If we scroll down, we can see operating profit. There is 2, 2, 3 9.
So let's copy that and paste that in.
What I wanna do next is pick up the tax expense.
So if we go back to the Adidas pip, back to their, their income statement and pick up their income taxes of 6 2 8, let's copy that and paste that in.
And then we want to calculate that. Then we want to pick up the profit before tax.
So let's go back and pick up the income before taxes of 2, 2, 4, 4.
Let's copy that and paste that in.
Now what we can do is calculate the effective or average tax rate.
So I go and grab the tax expense and divide that by the profit before tax.
We've got a 28% effective tax rate.
What I'd like to do is take the operating profit and tax, adjust that.
So if I grab the operating profit and multiply it by one minus the effective tax rate, I get the notepad number.
Okay, so that's dealt with the earnings number.
I want to now think about the invested capital.
You'll notice the change of date.
So if you think about what we're doing here, we're gonna pick up the, uh, the invested capital at the 30th, September, 2017.
So for the, the year before.
So we are thinking about what capital did we have invested a year ago relative to over the course of the last year, the returns that we've generated.
So the first thing we wanna do is pick up the total debt.
So let's go back to the Aida P and if we go on to page 26, so the prior page, uh, this is the bottom half of the balance sheet.
So let's focus here on September, 2017.
What I'd like to do is go and pick up the, or anything that looks like debt.
So I'm gonna get the short term borrowings of 711.
And to that I'm going to go and add 345, which is the other financial, other current financial liabilities.
It's paste that in.
Plus let's go back to the balance sheet and I'm gonna pick up 983, which is the Number for the long term borrowings.

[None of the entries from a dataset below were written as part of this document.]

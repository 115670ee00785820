//! Drawing the Flow curve view: chart on the left with its warnings, the model panel
//! (constants ± 95 % CI, R², RMSE, the reason, apparent viscosity) on the right, and a
//! table of the points when the screen is tall enough.

use super::curve::{Limits, Shown};
use crate::present::limits;
use crate::present::{self, Style};
use crate::rheology::Fit;
use crate::session::state::{Entry, ViscometerSet};
use crate::session::trend::LimitStatus;
use crate::session::{FlowCurve, ModelPick};
use crate::text::sanitize;
use crate::tui::ctx::Ctx;
use crate::tui::session_log::EntryStatus;
use crate::tui::strings::{curve as s, journal as js};
use crate::tui::theme::Theme;
use crate::tui::widgets::field::Field;
use crate::tui::widgets::log_chart::LogChart;
use crate::units::Dimension;
use ratatui::Frame;
use ratatui::layout::{Constraint, Layout, Rect};
use ratatui::text::{Line, Span};
use ratatui::widgets::{Paragraph, Wrap};

/// Width of the model panel; the chart takes the rest.
const PANEL_W: u16 = 38;
/// Body height from which the points table is shown under the chart.
const TALL_ENOUGH_FOR_TABLE: u16 = 30;

pub struct CurveScreen<'a> {
    /// The newest set of the session, with its curve.
    pub entry: Option<&'a Entry<ViscometerSet>>,
    /// Its chart, laid out when the state changed.
    pub chart: Option<&'a Shown>,
    pub rate: &'a Field,
    /// The shear rate the apparent viscosity is shown at.
    pub apparent_at: Option<f64>,
    pub editing: bool,
    /// Show the field relations in the model panel.
    pub relations: bool,
}

impl CurveScreen<'_> {
    pub fn draw(&self, frame: &mut Frame, area: Rect, ctx: &Ctx) {
        let [left, right] =
            Layout::horizontal([Constraint::Min(0), Constraint::Length(PANEL_W)]).areas(area);
        self.draw_panel(frame, right, ctx);
        let t = &ctx.theme;
        let curve = match self.entry.map(|e| e.item.shown()) {
            Some(Ok(curve)) => curve,
            Some(Err(e)) => {
                let text = format!("{}: {}", s::FIT_FAILED, sanitize(&e.to_string(), false));
                return draw_message(frame, left, &ctx.style().text(&text), t);
            }
            None => return draw_message(frame, left, s::NO_SET, t),
        };
        let Some(shown) = self.chart else {
            return draw_message(frame, left, s::NO_SET, t);
        };
        let warn_h = warnings_height(&curve.warnings, left);
        let table_h = if area.height >= TALL_ENOUGH_FOR_TABLE {
            shown.marks.len() as u16 + 3
        } else {
            0
        };
        let limit_lines = shown
            .limits
            .as_ref()
            .map(|l| limit_lines(l, ctx))
            .unwrap_or_default();
        let limits_h = lines_height(&limit_lines, left);
        let [chart, limits, table, warnings] = Layout::vertical([
            Constraint::Min(0),
            Constraint::Length(limits_h),
            Constraint::Length(table_h),
            Constraint::Length(warn_h),
        ])
        .areas(left);
        draw_chart(frame, chart, shown, t);
        if let Some(l) = shown.limits.as_ref().filter(|_| limits_h > 0) {
            let para = Paragraph::new(limit_lines)
                .wrap(Wrap { trim: true })
                .block(t.panel(limits_title(l, ctx)));
            frame.render_widget(para, limits);
        }
        if table_h > 0 {
            draw_points(frame, table, curve, ctx.style(), t);
        }
        if warn_h > 0 {
            let style = ctx.style();
            let text: Vec<Line> = curve
                .warnings
                .iter()
                .map(|w| Line::raw(style.text(&format!("! {}", sanitize(w, false)))))
                .collect();
            let para = Paragraph::new(text)
                .style(t.warn)
                .wrap(Wrap { trim: true })
                .block(t.panel(s::WARNINGS));
            frame.render_widget(para, warnings);
        }
    }

    fn draw_panel(&self, frame: &mut Frame, area: Rect, ctx: &Ctx) {
        let t = &ctx.theme;
        let relations = self
            .entry
            .and_then(|e| e.item.shown().as_ref().ok())
            .and_then(|c| c.api_rp13d.as_ref())
            .filter(|_| self.relations);
        if let Some(a) = relations {
            let style = ctx.style();
            let mut lines = vec![self.set_line(ctx)];
            for (label, value) in present::relations::field_relations(a, style) {
                lines.push(Line::styled(label, t.dim));
                lines.push(Line::raw(format!("   {value}")));
            }
            lines.push(Line::styled(s::RELATIONS_FROM, t.dim));
            lines.push(Line::styled(
                style.text(crate::session::api_rp13d::CONVERSION_NOTE),
                t.dim,
            ));
            let p = Paragraph::new(lines)
                .wrap(Wrap { trim: false })
                .block(t.panel(s::RELATIONS_TITLE));
            frame.render_widget(p, area);
            return;
        }
        let outer = t.panel(s::MODEL_TITLE);
        let inner = outer.inner(area);
        frame.render_widget(outer, area);
        let [text_area, rate_area] =
            Layout::vertical([Constraint::Min(0), Constraint::Length(2)]).areas(inner);
        let mut lines = vec![self.set_line(ctx)];
        if let Some(e) = self.entry
            && let Ok(curve) = e.item.shown()
        {
            lines.extend(fit_lines(curve, e.item.pick, ctx.style(), t));
        }
        frame.render_widget(Paragraph::new(lines).wrap(Wrap { trim: false }), text_area);
        self.draw_rate(frame, rate_area, ctx);
    }

    fn set_line(&self, ctx: &Ctx) -> Line<'static> {
        let t = &ctx.theme;
        let Some(entry) = self.entry else {
            return Line::styled(s::NO_SET, t.dim);
        };
        let status = match ctx.log.status_of_seq(entry.seq) {
            EntryStatus::Saved => Span::styled(js::SAVED, t.ok),
            _ => Span::styled(js::UNSAVED, t.error),
        };
        let set = &entry.item;
        let temp = set
            .temperature_k
            .map(|k| {
                format!(
                    ", {}",
                    present::quantity(k, Dimension::Temperature, ctx.style())
                )
            })
            .unwrap_or_default();
        Line::from(vec![
            Span::styled(format!("{} #{}  ", s::SET, entry.seq), t.dim),
            Span::raw(format!("{}{temp}  ", sanitize(&set.product, false))),
            status,
        ])
    }

    fn draw_rate(&self, frame: &mut Frame, area: Rect, ctx: &Ctx) {
        let t = &ctx.theme;
        if area.height < 2 {
            return;
        }
        let [label, value] =
            Layout::vertical([Constraint::Length(1), Constraint::Length(1)]).areas(area);
        frame.render_widget(Paragraph::new(s::APPARENT).style(t.dim), label);
        let field_area = Rect {
            width: value.width.min(10),
            ..value
        };
        let style = if self.editing {
            t.field_editing
        } else {
            t.field
        };
        if let Some(pos) = self
            .rate
            .render(field_area, frame.buffer_mut(), style, self.editing)
        {
            frame.set_cursor_position(pos);
        }
        let rest = Rect {
            x: field_area.right().saturating_add(1),
            width: value.width.saturating_sub(11),
            ..value
        };
        let curve = self.entry.and_then(|e| e.item.shown().as_ref().ok());
        let text = match (self.rate.error(), curve, self.apparent_at) {
            (Some(_), _, _) => Span::styled(format!("! {}?", s::RATE_INVALID), t.error),
            (None, Some(curve), Some(rate)) => {
                let style = ctx.style();
                let mu = curve.apparent_viscosity_at(rate);
                Span::styled(
                    format!(
                        "= {} {} {}",
                        present::quantity(mu, Dimension::DynamicViscosity, style),
                        s::AT,
                        present::quantity(rate, Dimension::ShearRate, style),
                    ),
                    t.ok,
                )
            }
            _ => Span::raw(""),
        };
        frame.render_widget(Paragraph::new(Line::from(text)), rest);
    }
}

/// The model panel's lines: the model, each constant ± its 95 % interval, fit quality, why.
fn fit_lines(curve: &FlowCurve, pick: ModelPick, style: Style, t: &Theme) -> Vec<Line<'static>> {
    let fit: &Fit = &curve.fit;
    let how = match pick {
        ModelPick::Auto => s::AUTO,
        ModelPick::Fixed(_) => s::BY_HAND,
    };
    let mut lines = vec![Line::from(vec![
        Span::styled(style.text(fit.model.kind().title()), t.title),
        Span::styled(format!(" ({how})"), t.dim),
    ])];
    for e in &fit.estimates {
        lines.push(Line::styled(
            format!("{} {}", present::symbol(e.name, style), e.name.label()),
            t.dim,
        ));
        lines.push(Line::raw(format!("   {}", present::estimate(e, style))));
    }
    lines.push(Line::styled(style.text(s::PM_IS_95), t.dim));
    lines.push(Line::raw(style.text(&format!(
        "{} {}   {} {}",
        s::R2,
        present::r_squared(fit.r_squared),
        s::RMSE,
        present::quantity(fit.rmse_pa, Dimension::Stress, style)
    ))));
    lines.push(Line::from(vec![
        Span::styled(format!("{}: ", s::WHY), t.dim),
        Span::raw(sanitize(&present::reason::for_curve(curve, style), false)),
    ]));
    lines
}

fn draw_message(frame: &mut Frame, area: Rect, text: &str, t: &Theme) {
    let para = Paragraph::new(text.to_string())
        .style(t.dim)
        .wrap(Wrap { trim: true })
        .block(t.panel(s::CHART_TITLE));
    frame.render_widget(para, area);
}

/// The limits panel's title: the product and the temperature the limits are checked at.
fn limits_title(l: &Limits, ctx: &Ctx) -> String {
    let style = ctx.style();
    let basis = match l.shifted_to_k {
        Some(k) => format!(
            "{} {}",
            s::LIMITS_AT,
            present::quantity(k, Dimension::Temperature, style)
        ),
        None => s::LIMITS_AS_MEASURED.to_string(),
    };
    style.text(&format!(
        " {} {}, {basis} ",
        s::LIMITS_TITLE,
        sanitize(&l.product, false)
    ))
}

/// One line per spec limit: OUT (with which way), in, or not checked, in words, with the
/// value the curve gives; the same words as `report`.
fn limit_lines(l: &Limits, ctx: &Ctx) -> Vec<Line<'static>> {
    let t = &ctx.theme;
    let style = ctx.style();
    if l.checks.is_empty() {
        return vec![Line::styled(s::NO_LIMITS, t.dim)];
    }
    l.checks
        .iter()
        .map(|c| {
            let value = c.value.map_or(String::new(), |v| {
                format!(
                    " ({} {})",
                    s::IS,
                    limits::value_text(c.limit.property, v, style)
                )
            });
            let (mark, words, mark_style) = match c.status {
                LimitStatus::Above | LimitStatus::Below => {
                    (s::OUT, limits::check_text(c, style), t.error)
                }
                LimitStatus::Within => (s::IN, limits::describe_limit(&c.limit, style), t.ok),
                LimitStatus::NotChecked => ("--", limits::check_text(c, style), t.dim),
            };
            Line::from(vec![
                Span::styled(format!("{mark:<4}"), mark_style),
                Span::raw(style.text(&format!("{words}{value}"))),
            ])
        })
        .collect()
}

/// Rows a bordered panel of these lines needs when wrapped (at most half the area).
fn lines_height(lines: &[Line], area: Rect) -> u16 {
    if lines.is_empty() {
        return 0;
    }
    let width = area.width.saturating_sub(2);
    let rows: u16 = lines
        .iter()
        .map(|l| crate::tui::layout::wrapped_lines(&l.to_string(), width))
        .sum();
    (rows + 2).min(area.height / 2)
}

fn warnings_height(warnings: &[String], area: Rect) -> u16 {
    if warnings.is_empty() {
        return 0;
    }
    let width = usize::from(area.width.saturating_sub(2)).max(1);
    let lines: usize = warnings
        .iter()
        .map(|w| (w.chars().count() + 2).div_ceil(width))
        .sum();
    (lines as u16 + 2).min(area.height / 2)
}

fn draw_chart(frame: &mut Frame, area: Rect, shown: &Shown, t: &Theme) {
    let m = &t.marks;
    let legend = format!(
        " {} {}  {} {}  {} {} ",
        m.point,
        s::LEGEND_MEASURED,
        m.flagged,
        s::LEGEND_FLAGGED,
        m.fit,
        s::LEGEND_FIT
    );
    let b = t
        .panel(s::CHART_TITLE)
        .title_bottom(Line::styled(legend, t.dim));
    let inner = b.inner(area);
    frame.render_widget(b, area);
    let chart = LogChart {
        marks: &shown.marks,
        curve: &shown.samples,
        x: shown.x,
        y: shown.y,
        y_unit: &shown.y_unit,
        theme: t,
    };
    frame.render_widget(chart, inner);
}

fn draw_points(frame: &mut Frame, area: Rect, curve: &FlowCurve, style: Style, t: &Theme) {
    let header = format!(
        "{:>6} {:>6} {:>9} {:>9}  {}",
        s::COL_RPM,
        s::COL_DIAL,
        s::COL_RATE,
        format!(
            "{} {}",
            s::COL_STRESS,
            crate::units::display_unit(Dimension::Stress, style.system)
        ),
        s::COL_FLAGS
    );
    let mut lines = vec![Line::styled(header, t.dim)];
    let number = |si: f64, dim| {
        let shown = present::quantity(si, dim, style);
        shown.split(' ').next().unwrap_or_default().to_string()
    };
    for p in &curve.points {
        let opt = |v: Option<f64>| v.map(crate::units::significant).unwrap_or_default();
        lines.push(Line::raw(format!(
            "{:>6} {:>6} {:>9} {:>9}  {}",
            opt(p.rpm),
            opt(p.dial),
            number(p.shear_rate_per_s, Dimension::ShearRate),
            number(p.shear_stress_pa, Dimension::Stress),
            p.flags.join(", ")
        )));
    }
    frame.render_widget(Paragraph::new(lines).block(t.panel(s::POINTS_TITLE)), area);
}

Let's copy that and paste that in.
And I'm also going to go and pick up 19.
So 19, which you can see below.
If we just move the cursor, you can see below is the other non-current financial liabilities.
So let's add that in.
So that gives us the total debt, but what I wanna do is, uh, take away the cash and current financial assets because they're, they're not, uh, invested capital.
So let's go and find those.
If we go back to the balance sheet, uh, suggest that we look at the page prior.
So the top end of the balance sheet.
And you can see we've got cash of 1, 3, 4, 3.
And we're going to add to that the short term financial assets of five.
So let's add that in. So now I can calculate net debt.
Net debt would be a total debt less, uh, cash gives us our, uh, net debt right now to go and pick up the equity so I can capture, uh, our total invested capital.
So if we go back to the balance sheet, back to the bottom of the balance sheet again. So on page 26 and right at the bottom, total equity of 6 0 3 0.
So let's copy that and paste that in.
And so our invested capital would be the sum of our net debt and our equity invested capital of 6, 7, 4 0 return on invested capital would be equal to noad divided by invested capital result gives me 23.9%.